Code quality (buckets weighted to contribute ~30 points)
Here we will read and evaluate your code in areas such as:
- Style and readability. We expect your code to be clean and readable. We will look for descriptive names, helpful comments, and consistent layout. Be sure to use the most clear and direct C syntax and constructs available to you.
- Clean use of pointers and memory. We expect you to show proficiency in handling pointers/memory, as demonstrated by appropriate use of stack versus heap allocation, no unnecessary levels of indirection, pointee types and typecasts used correctly, and so on. Show you are wise in the ways of pointers!
- Program design. We expect your code to show thoughtful design and appropriate decomposition. Data should be logically structured and accessed. Control flow should be clear and direct. Common code between the operations should be factored out and unified, not duplicated. Add private shared helpers to enable code-sharing where appropriate. When the C library provides needed functionality, you should leverage these library functions rather than re-implement that functionality.
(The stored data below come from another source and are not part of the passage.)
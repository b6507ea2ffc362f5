"""Bus write cycles: command lists, the word in hand, loads of a page, and the polls that wait for the chip.

A strobe is as wide as its minimum and an edge of the rig want; set-ups and holds are the definition's minima on top of
the rig's edges. A maximum width (`max` of the timing parameter) binds where there is one.
"""

from __future__ import annotations

from dataclasses import dataclass

from pulsewright.chip.model import BusWrite, Cycle, PollStep, WriteStep
from pulsewright.errors import CannotMake
from pulsewright.sequence.build import Builder
from pulsewright.sequence.modes import enter
from pulsewright.units import Rounding, ticks
from pulsewright.wire.ops import line_byte
from pulsewright.wire.tables import Level, Op, PollKind

_SET_UPS = ("tAS", "tDS", "tOES", "tCS")
_HOLDS = ("tAH", "tDH", "tOEH", "tCH", "tWPH")
_KINDS = {"DQ7": PollKind.DATA_BIT_7, "DQ6": PollKind.TOGGLE_6}
_MOST_MANTISSA = 255
_COST_PS = 4_000_000  # what an op may cost a board beside its waits: 64 ticks
_LOOKS = 128  # so many looks in the longest time at most: the end is seen within 1 % of it


@dataclass(frozen=True)
class _Strobe:
    """A strobe's op arguments, in ticks."""

    line: int
    setup: int
    width: int
    hold: int


def bus_of(b: Builder) -> BusWrite:
    """The part's way of writing; CannotMake for a part that says none."""
    if b.definition.write is None:
        raise CannotMake(f"{b.definition.name} has bus writes in its steps but no table [write]")
    return b.definition.write


def _strobe(b: Builder, write: BusWrite) -> _Strobe:
    window = b.definition.timing[write.timing]
    edge_ps = b.line_settle_ps
    width_ps = (window.min_ps or 0) + edge_ps
    if window.max_ps is not None and width_ps > window.max_ps:
        width_ps = (window.min_ps or 0) + (window.max_ps - (window.min_ps or 0)) // 2
    setup_ps = edge_ps + max(b.timing_min_ps(name) for name in _SET_UPS)
    hold_ps = edge_ps + max(b.timing_min_ps(name) for name in _HOLDS)
    gap_ps = b.timing_min_ps(write.gap)
    level = Level.LOW if write.to == "L" else Level.HIGH
    width = ticks(width_ps, Rounding.AT_LEAST)
    setup = ticks(setup_ps, Rounding.AT_LEAST)
    hold = max(ticks(hold_ps, Rounding.AT_LEAST), ticks(gap_ps, Rounding.AT_LEAST) - width - setup)
    return _Strobe(line_byte(b.pins.line(write.pin), level), setup, width, hold)


def _begin(b: Builder) -> _Strobe:
    """Into the write mode, settled, with D released until a cycle drives it."""
    write = bus_of(b)
    if b.state.mode != write.mode:
        end_load(b)
        enter(b, write.mode)
    b.wait(0)
    return _strobe(b, write)


def _cycles(b: Builder, cycles: tuple[Cycle, ...]) -> None:
    strobe = _begin(b)
    b.emit(
        Op.BUS_WRITES,
        strobe=strobe.line,
        setup=strobe.setup,
        width=strobe.width,
        hold=strobe.hold,
        cycles=tuple((cycle.at, cycle.word) for cycle in cycles),
    )
    b.edge()
    b.state.addressed = False


def write_cycles(b: Builder, step: WriteStep) -> None:
    """The cycles of a write step, back to back; the word in hand last, where the step has it."""
    constant = tuple(cycle for cycle in step.cycles if cycle.word is not None)
    if constant:
        _cycles(b, constant)
    if len(constant) != len(step.cycles):
        _word(b)
    b.state.written = True


def commands(b: Builder, cycles: tuple[Cycle, ...]) -> None:
    """A command outside the steps of a method."""
    _cycles(b, cycles)
    b.state.written = True


def _word(b: Builder) -> None:
    """The word in hand at its own address."""
    strobe = _begin(b)
    b.state.addressed = False
    b.emit(Op.ADDRESS_WORD)
    b.emit(Op.DRIVE_WORD)
    b.emit(Op.WAIT, ticks=strobe.setup)
    b.emit(Op.PULSE, line=strobe.line, width=strobe.width, max=strobe.width)
    b.emit(Op.WAIT, ticks=strobe.hold)
    b.emit(Op.RELEASE)
    b.edge()
    b.state.addressed = True


def load_page(b: Builder) -> None:
    """The words of the block in hand, back to back; behind a command with the pause that some parts want there."""
    strobe = _begin(b)
    if b.state.written:
        b.wait(b.timing_min_ps("tWPH2"))
    b.emit(Op.PAGE_LOAD, strobe=strobe.line, setup=strobe.setup, width=strobe.width, hold=strobe.hold)
    b.edge()
    b.state.written, b.state.addressed = True, False


def end_load(b: Builder) -> None:
    """The part takes no more loads: it begins its own work at the latest when the load gap is over."""
    if b.state.written:
        write = bus_of(b)
        b.wait(write.begin_ps)
        b.state.written = False


def poll(b: Builder, step: PollStep) -> None:
    """Looks until the chip is done; the flag is set then, clear at the limit."""
    end_load(b)
    if step.bit not in _KINDS:
        raise CannotMake(f"a poll of {step.bit}", wanted=" or ".join(_KINDS), got=step.bit, where=step.where)
    mode = b.definition.modes[step.mode]
    wanted = b.pins.control_levels(mode)
    differ = [role for role, level in wanted.items() if b.state.lines.get(role) != level]
    if b.definition.modes[b.state.mode].vcc != mode.vcc or b.pins.raised_levels(mode):
        raise CannotMake(f"a poll in mode {step.mode} would move a supply", where=step.where)
    b.wait(0)
    access_ps = b.line_settle_ps + b.access_ps(step.mode)
    most_ps = b.timing_max_ps(step.timing)
    gap_ps = b.line_settle_ps + max(b.timing_max_ps("tDF"), b.timing_min_ps("tOEHP"), b.timing_min_ps("tOEH"))
    gap_ps = max(gap_ps, most_ps // _LOOKS)
    looks = 2 if step.bit == "DQ6" else 1  # two that agree, both behind the part's longest time
    limit = ticks(most_ps + looks * (access_ps + gap_ps + _COST_PS), Rounding.AT_LEAST)
    mantissa, exponent = _scaled(limit)
    b.emit(
        Op.POLL,
        kind=_KINDS[step.bit],
        enable=bytes(line_byte(b.pins.line(role), wanted[role]) for role in differ),
        access=ticks(access_ps, Rounding.AT_LEAST),
        disable=bytes(line_byte(b.pins.line(role), b.state.lines[role]) for role in differ),
        gap=ticks(gap_ps, Rounding.AT_LEAST),
        mantissa=mantissa,
        exponent=exponent,
    )
    b.edge()


def _scaled(limit: int) -> tuple[int, int]:
    """Mantissa and exponent of a limit, never below it."""
    exponent = 0
    while -(-limit >> exponent) > _MOST_MANTISSA:
        exponent += 1
    return max(1, -(-limit >> exponent)), exponent
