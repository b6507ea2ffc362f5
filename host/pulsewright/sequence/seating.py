"""The first part of every sequence: the look at the socket with VCC at most, from VCC off to `seated`."""

from __future__ import annotations

from pulsewright.chip.model import Mode
from pulsewright.sequence.build import US, Builder
from pulsewright.sequence.levels import choose_vcc
from pulsewright.sequence.modes import measure_vcc
from pulsewright.units import Rounding, ticks
from pulsewright.wire.ops import line_byte
from pulsewright.wire.tables import Bias, Channel, Fail, Group, Level, Op, Rail, Range

_BIAS_SETTLE_PS = 50 * US  # 100 k of weak pull on 200 pF of position, cable and chip, twice over
_NOTHING_MV = 300  # H11: what may stand with VCC off
_TURNED_MV = 1_500  # under this through the probe resistor: turned, shifted or short
_MEASURE_LIMIT_PS = 2_000 * US


def _measure_limit_ticks() -> int:
    return ticks(_MEASURE_LIMIT_PS, Rounding.AT_LEAST)


def standby(b: Builder) -> Mode:
    """The mode in which the chip neither drives D nor takes anything: the one named standby."""
    return b.definition.modes["standby"]


def vcc_off_look(b: Builder) -> None:
    """VCC off, lines low, D pulled down: what stands up is a short or is powered through a line."""
    with b.about("VCC off, lines low: nothing may stand up"):
        b.emit(Op.HIGH, how=0)
        b.emit(Op.RELEASE)  # at rest the rig holds D low like every line
        b.set_lines(dict.fromkeys(b.pins.control_roles, Level.LOW))
        b.address(0)
        b.emit(Op.BIAS, groups=Group.DATA, how=Bias.DOWN)
        b.edge()
        b.wait(_BIAS_SETTLE_PS)
        b.emit(Op.SAMPLE)
        b.emit(Op.COMPARE, word=0, mask=_data_mask(b))
        b.fail_unless(Fail.SEAT_STANDS_UP)
        socket = b.rig.socket_vcc
        b.emit(
            Op.MEASURE,
            channel=Channel.SOCKET_VCC,
            low=0,
            high=socket.count_at_most(_NOTHING_MV),
            limit=ticks(b.rig.off_limit_ps, Rounding.AT_LEAST),
        )
        for switch in b.rig.switches:
            high = switch.scaling.count_at_most(_NOTHING_MV)
            limit = ticks(b.rig.fall_limit_ps, Rounding.AT_LEAST)
            b.emit(Op.MEASURE, channel=Channel.POSITION + switch.number, low=0, high=high, limit=limit)


def _data_mask(b: Builder) -> int:
    return (1 << b.definition.width) - 1


def probe(b: Builder) -> None:
    """VCC through the probe resistor with every line low: a turned or shifted chip pulls it down."""
    step = b.definition.supplies[standby(b).vcc]
    rail_step = choose_vcc(b.definition, b.rig, step)
    socket = b.rig.socket_vcc
    high = socket.count_at_most(step.max_mv)
    with b.about("VCC through the probe resistor, lines low: turned, shifted or short?"):
        b.emit(Op.RAIL, rail=Rail.VCC, step=rail_step.number)
        b.emit(Op.RANGE, which=Range.PROBE)
        b.edge(b.rig.vcc.settle_ps)
        b.wait(0)
        low = socket.count_at_least(_TURNED_MV)
        b.emit(Op.MEASURE, channel=Channel.SOCKET_VCC, low=low, high=high, limit=_measure_limit_ticks())
    if step.current_ua is not None:
        drawn_mv = b.rig.probe_ohm * step.current_ua // 1000 + rail_step.error_mv + socket.error_mv
        with b.about("VCC through the probe resistor: the current the definition states"):
            low = socket.count_at_least(max(_TURNED_MV, rail_step.mv - drawn_mv))
            b.emit(Op.MEASURE, channel=Channel.SOCKET_VCC, low=low, high=high, limit=_measure_limit_ticks())
    other_power(b)
    b.state.vcc = rail_step


def other_power(b: Builder) -> None:
    """The power positions of other packages, pulled down weakly, must stay down."""
    own = {b.pins.position(pin) for pin in b.definition.pins["VCC"]}
    others = [s.position for s in b.rig.vcc_switches if s.position not in own and s.drop_mv < _NOTHING_MV]
    lines = [line for p in others if (line := b.rig.site.positions[p].line) is not None]
    with b.about("power positions of other packages stay low"):
        b.emit(Op.LINES, lines=bytes(line_byte(line, Level.RELEASED) for line in lines))
        b.emit(Op.BIAS, groups=Group.POWER, how=Bias.DOWN)
        b.edge()
        b.wait(_BIAS_SETTLE_PS)
        for line in lines:
            b.emit(Op.SENSE, line=line, **{"is": 0})
            b.fail_unless(Fail.SEAT_OTHER_POWER)
        b.emit(Op.BIAS, groups=Group.POWER, how=Bias.OFF)  # one of them carries an address later
        b.edge()
        b.address(0)


def full_vcc(b: Builder) -> None:
    """VCC to the socket without the resistor, measured in its window."""
    step = b.definition.supplies[standby(b).vcc]
    with b.about(f"{step.name} to the socket, measured", where=step.where):
        b.emit(Op.RANGE, which=Range.FULL)
        b.edge(b.rig.vcc.settle_ps + step.settle_ps)  # the part's own wait begins when the supply is good
        b.wait(0)
        if b.state.vcc is not None:
            measure_vcc(b, step, b.state.vcc)
            if b.state.vcc.mv >= b.rig.driven_from_mv:
                b.emit(Op.HIGH, how=1)
                b.state.high_driven = True


def bias_looks(b: Builder) -> None:
    """Outputs off: D follows the bias both ways; outputs on: it follows neither way."""
    idle = b.pins.control_levels(standby(b))
    reading = b.pins.control_levels(b.definition.modes["read"])
    mask = _data_mask(b)
    with b.about("outputs off: D follows a weak pull up and down"):
        b.set_lines(idle)
        for how, word, why in ((Bias.UP, mask, Fail.SEAT_DATA_LOW), (Bias.DOWN, 0, Fail.SEAT_DATA_HIGH)):
            b.emit(Op.BIAS, groups=Group.DATA, how=how)
            b.edge()
            b.wait(_BIAS_SETTLE_PS + b.timing_max_ps("tDF"))
            b.emit(Op.SAMPLE)
            b.emit(Op.COMPARE, word=word, mask=mask)
            b.fail_unless(why)
    with b.about("outputs on: a chip holds D against a weak pull"):
        b.set_lines(reading)
        for how in (Bias.UP, Bias.DOWN):
            b.emit(Op.BIAS, groups=Group.DATA, how=how)
            b.edge()
            b.wait(_BIAS_SETTLE_PS + b.access_ps("read"))
            b.emit(Op.SAMPLE)
            if how is Bias.UP:
                b.emit(Op.KEEP)
        b.emit(Op.COMPARE_KEPT, mask=mask)
        b.fail_unless(Fail.SEAT_FLOATING)
        b.set_lines(idle)
        b.emit(Op.BIAS, groups=Group.DATA, how=Bias.OFF)
        b.edge()
        b.wait(b.timing_max_ps("tDF"))
        b.emit(Op.SEATED)
    b.state.mode = "standby"


def power_up(b: Builder) -> None:
    """From everything off to a seated chip in standby at its read VCC."""
    with b.about("", part="seating"):
        vcc_off_look(b)
        probe(b)
        full_vcc(b)
        bias_looks(b)
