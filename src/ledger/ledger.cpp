#include "ringwright/ledger.hpp"

#include <fmt/chrono.h>
#include <fmt/format.h>

#include <chrono>

#include "ledger/connection.hpp"
#include "ledger/rows.hpp"
#include "ringwright/error.hpp"
#include "ringwright/test_sheet.hpp"
#include "ringwright/version.hpp"

namespace ringwright {
namespace {

std::string utc_now() {
    const auto now = std::chrono::floor<std::chrono::milliseconds>(std::chrono::system_clock::now());
    const auto seconds = std::chrono::floor<std::chrono::seconds>(now);
    return fmt::format("{:%Y-%m-%dT%H:%M:%S}.{:03}Z",
                       fmt::gmtime(std::chrono::system_clock::to_time_t(seconds)), (now - seconds).count());
}

[[noreturn]] void no_such_entry(const std::string& path, std::int64_t number) {
    throw InputError({path, fmt::format("entry {}", number), "there is no such entry",
                      "`ledger list` shows what there is."});
}

void take_sheet_facts(const NewEntry& filed, EntrySummary& summary) {
    if (filed.sheet_text.empty()) return;
    const TestSheet sheet = read_test_sheet_from_memory(filed.sheet_text, filed.sheet_name);
    summary.article_type = sheet.article_type.value_or("");
    summary.serial = sheet.serial.value_or("");
    summary.test_operator = sheet.test_operator.value_or("");
    if (sheet.date) summary.test_date = to_text(*sheet.date);
}

/// Everything of the entry that does not depend on its place in the chain.
LedgerEntry prepare(const NewEntry& filed) {
    LedgerEntry entry;
    entry.summary.software_version = version();
    entry.summary.supersedes = filed.supersedes;
    entry.summary.reason = filed.reason;
    entry.arguments = filed.arguments;
    entry.sheet_name = filed.sheet_name;
    entry.sheet_text = filed.sheet_text;
    entry.result_json = filed.result_json;
    take_sheet_facts(filed, entry.summary);
    if (filed.result_json.empty()) return entry;
    ResultFacts facts = facts_of_result(filed.result_json, "result");
    entry.summary.decision = facts.decision;
    entry.figures = std::move(facts.figures);
    entry.recordings = filed.recordings.empty() ? std::move(facts.recordings) : filed.recordings;
    return entry;
}

void require_supersedable(const SQLite::Database& database, const std::string& path, const NewEntry& filed) {
    if (!filed.supersedes) {
        if (filed.result_json.empty())
            throw InputError(
                {path, "", "an entry without a result", "Only a withdrawal of an entry has none."});
        return;
    }
    const std::int64_t number = *filed.supersedes;
    if (filed.reason.empty())
        throw InputError({path, fmt::format("entry {}", number), "superseded without a reason",
                          "Say why with --reason: it stays in the ledger."});
    SQLite::Statement query(
        database,
        "SELECT (SELECT later.number FROM entries AS later WHERE later.supersedes = e.number) "
        "FROM entries AS e WHERE e.number = ?");
    query.bind(1, number);
    if (!query.executeStep()) no_such_entry(path, number);
    if (!query.getColumn(0).isNull())
        throw InputError({path, fmt::format("entry {}", number),
                          fmt::format("superseded already by entry {}", query.getColumn(0).getInt64()),
                          "Supersede that one."});
}

/// A withdrawal keeps the article of the entry that it withdraws, so that the filters find both.
void take_over_article(const SQLite::Database& database, LedgerEntry& entry) {
    if (!entry.result_json.empty() || !entry.summary.supersedes) return;
    SQLite::Statement query(database,
                            "SELECT article_type, serial, operator, test_date FROM entries WHERE number = ?");
    query.bind(1, *entry.summary.supersedes);
    if (!query.executeStep()) return;
    entry.summary.article_type = query.getColumn(0).getString();
    entry.summary.serial = query.getColumn(1).getString();
    entry.summary.test_operator = query.getColumn(2).getString();
    entry.summary.test_date = query.getColumn(3).getString();
}

/// Number, hash of the entry before, time and hash.
void take_place_in_chain(const SQLite::Database& database, const std::string& utc, LedgerEntry& entry) {
    SQLite::Statement last(database, "SELECT number, hash FROM entries ORDER BY number DESC LIMIT 1");
    const bool first = !last.executeStep();
    entry.summary.number = first ? 1 : last.getColumn(0).getInt64() + 1;
    entry.summary.previous_hash = first ? "" : last.getColumn(1).getString();
    entry.summary.utc = utc.empty() ? utc_now() : utc;
    entry.summary.hash = sha256_of(canonical_text(entry));
}

void bind_all(SQLite::Statement& statement, const std::vector<std::string>& texts, int place = 1) {
    for (const std::string& text : texts) statement.bind(place++, text);
}

LedgerValue value_of(SQLite::Statement& row) {
    LedgerValue value;
    value.number = row.getColumn(0).getInt64();
    value.day = row.getColumn(1).getString();
    value.article_type = row.getColumn(2).getString();
    value.serial = row.getColumn(3).getString();
    value.test_operator = row.getColumn(4).getString();
    value.unit = row.getColumn(5).getString();
    value.value = row.getColumn(6).getDouble();
    value.standard_uncertainty = row.getColumn(7).getDouble();
    return value;
}

}  // namespace

Ledger::Ledger(std::unique_ptr<Connection> connection) : connection_(std::move(connection)) {}
Ledger::Ledger(Ledger&&) noexcept = default;
Ledger& Ledger::operator=(Ledger&&) noexcept = default;
Ledger::~Ledger() = default;

const std::string& Ledger::path() const {
    return connection_->path;
}

Ledger Ledger::open_or_create(const std::string& path) {
    return ledger::guarded(path, [&] {
        return Ledger(std::make_unique<Connection>(Connection{path, ledger::open_for_adding(path)}));
    });
}

Ledger Ledger::open_to_read(const std::string& path) {
    return ledger::guarded(path, [&] {
        return Ledger(std::make_unique<Connection>(Connection{path, ledger::open_for_reading(path)}));
    });
}

EntrySummary Ledger::add(const NewEntry& filed) {
    LedgerEntry entry = prepare(filed);
    return ledger::guarded(path(), [&] {
        SQLite::Database& database = *connection_->database;
        ledger::WriteTransaction transaction(database);
        require_supersedable(database, path(), filed);
        take_over_article(database, entry);
        take_place_in_chain(database, filed.utc, entry);
        rows::insert(database, entry);
        transaction.commit();
        return entry.summary;
    });
}

std::vector<EntrySummary> Ledger::list(const LedgerFilter& filter) const {
    return ledger::guarded(path(), [&] {
        const rows::Condition condition = rows::condition_of(filter);
        SQLite::Statement row(*connection_->database, "SELECT " + rows::summary_columns() +
                                                          " FROM entries AS e" + condition.sql +
                                                          " ORDER BY e.number");
        bind_all(row, condition.bound);
        std::vector<EntrySummary> entries;
        while (row.executeStep()) entries.push_back(rows::summary_of(row));
        return entries;
    });
}

LedgerEntry Ledger::get(std::int64_t number) const {
    return ledger::guarded(path(), [&] {
        SQLite::Statement row(*connection_->database,
                              "SELECT " + rows::entry_columns() + " FROM entries AS e WHERE e.number = ?");
        row.bind(1, number);
        if (!row.executeStep()) no_such_entry(path(), number);
        LedgerEntry entry = rows::entry_of(row);
        entry.figures = rows::figures_of(*connection_->database, number);
        return entry;
    });
}

std::vector<LedgerValue> Ledger::values(Quantity quantity, const LedgerFilter& filter) const {
    return ledger::guarded(path(), [&] {
        LedgerFilter present = filter;
        present.with_superseded = false;
        present.quantity.reset();
        const rows::Condition condition = rows::condition_of(present);
        SQLite::Statement row(
            *connection_->database,
            fmt::format(
                "SELECT e.number, {} AS day, e.article_type, e.serial, e.operator, f.unit, f.value, "
                "f.standard_uncertainty FROM figures AS f JOIN entries AS e ON e.number = f.entry{} AND "
                "f.quantity = ? ORDER BY day, e.number",
                rows::day_sql, condition.sql));
        bind_all(row, condition.bound);
        row.bind(static_cast<int>(condition.bound.size()) + 1, std::string(key_of(quantity)));
        std::vector<LedgerValue> values;
        while (row.executeStep()) values.push_back(value_of(row));
        return values;
    });
}

}  // namespace ringwright
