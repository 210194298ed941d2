#pragma once
// The parts of an entry that are kept as JSON text.

#include <string>
#include <string_view>
#include <vector>

#include "ringwright/ledger.hpp"

namespace ringwright::documents {

[[nodiscard]] std::string arguments_as_json(const std::vector<std::string>& arguments);
[[nodiscard]] std::vector<std::string> arguments_from_json(std::string_view text);
[[nodiscard]] std::string recordings_as_json(const std::vector<LedgerRecording>& recordings);
[[nodiscard]] std::vector<LedgerRecording> recordings_from_json(std::string_view text);

}  // namespace ringwright::documents
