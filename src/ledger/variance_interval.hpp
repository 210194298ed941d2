#pragma once
// Intervals of variances that are combinations of mean squares.

#include <vector>

#include "ringwright/quality_statistics.hpp"

namespace ringwright {

/// A mean square with its degrees of freedom and the weight it has in the combination.
struct WeightedSquare {
    double weight = 0.0, mean_square = 0.0, degrees_of_freedom = 0.0;
};

/// Σ weight·MS. A single square: chi-squared; all weights positive: Graybill & Wang (1980); a difference of
/// two (the negative one last): Ting et al. (1990); more with a negative one among them: the same without the
/// cross terms, which are small. Ends below zero are zero.
[[nodiscard]] VarianceComponent component_of(const std::vector<WeightedSquare>& squares,
                                             double confidence_level);

}  // namespace ringwright
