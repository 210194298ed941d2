#include <fmt/format.h>

#include <array>

#include "ringwright/ledger.hpp"

namespace ringwright {
namespace {

/// A text as a CSV cell that no spreadsheet takes for a formula.
std::string cell(std::string_view text) {
    std::string safe(text);
    if (!safe.empty() && std::string_view("=+-@\t\r").find(safe.front()) != std::string_view::npos)
        safe.insert(safe.begin(), '\'');
    if (safe.find_first_of(",\"\n\r") == std::string::npos) return safe;
    std::string quoted = "\"";
    for (const char letter : safe) {
        if (letter == '"') quoted += '"';
        quoted += letter;
    }
    return quoted + '"';
}

template <class Number>
std::string cell(const std::optional<Number>& number) {
    return number ? fmt::format("{}", *number) : std::string();
}

template <class... Cells>
std::string line(const Cells&... cells) {
    std::string text;
    ((text += (text.empty() ? "" : ",") + cells), ...);
    return text + "\r\n";
}

constexpr std::string_view summary_columns =
    "number,utc,article_type,serial,operator,test_date,decision,supersedes,superseded_by,reason";

std::string summary_cells(const EntrySummary& entry) {
    std::string text = fmt::format("{}", entry.number);
    for (const std::string& value : {cell(entry.utc), cell(entry.article_type), cell(entry.serial),
                                     cell(entry.test_operator), cell(entry.test_date), cell(entry.decision),
                                     cell(entry.supersedes), cell(entry.superseded_by), cell(entry.reason)})
        text += "," + value;
    return text;
}

std::string figure_cells(const LedgerFigure& figure) {
    return fmt::format("{},{},{},{},{},{},{}", key_of(figure.quantity), cell(figure.unit), figure.value,
                       figure.standard_uncertainty, cell(figure.low), cell(figure.high),
                       cell(figure.degrees_of_freedom));
}

}  // namespace

std::string summaries_as_csv(const std::vector<EntrySummary>& entries) {
    std::string text = fmt::format("{},software_version,hash\r\n", summary_columns);
    for (const EntrySummary& entry : entries)
        text += line(summary_cells(entry), cell(entry.software_version), entry.hash);
    return text;
}

std::string figures_csv_header() {
    return fmt::format(
        "{},quantity,unit,value,standard_uncertainty,low,high,degrees_of_freedom,recordings\r\n",
        summary_columns);
}

std::string entry_as_figures_csv(const LedgerEntry& entry) {
    std::string hashes;
    for (const LedgerRecording& recording : entry.recordings)
        hashes += (hashes.empty() ? "" : " ") + recording.sha256;
    if (entry.figures.empty()) return line(summary_cells(entry.summary), std::string(",,,,,,"), cell(hashes));
    std::string text;
    for (const LedgerFigure& figure : entry.figures)
        text += line(summary_cells(entry.summary), figure_cells(figure), cell(hashes));
    return text;
}

}  // namespace ringwright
The assign3 project contains the source files, our test programs, and a Makefile. Check out the starter project from your cs107 repo using the command
hg clone /afs/ir/class/cs107/repos/assign3/$USER assign3
When finished, use submit to turn in your code for grading. The sole output conformance requirement is to be sure there is no output of any kind from your operations. Double-check that you have removed/disabled all print statements-- any extraneous output can interfere with the autotester and cause loss of points.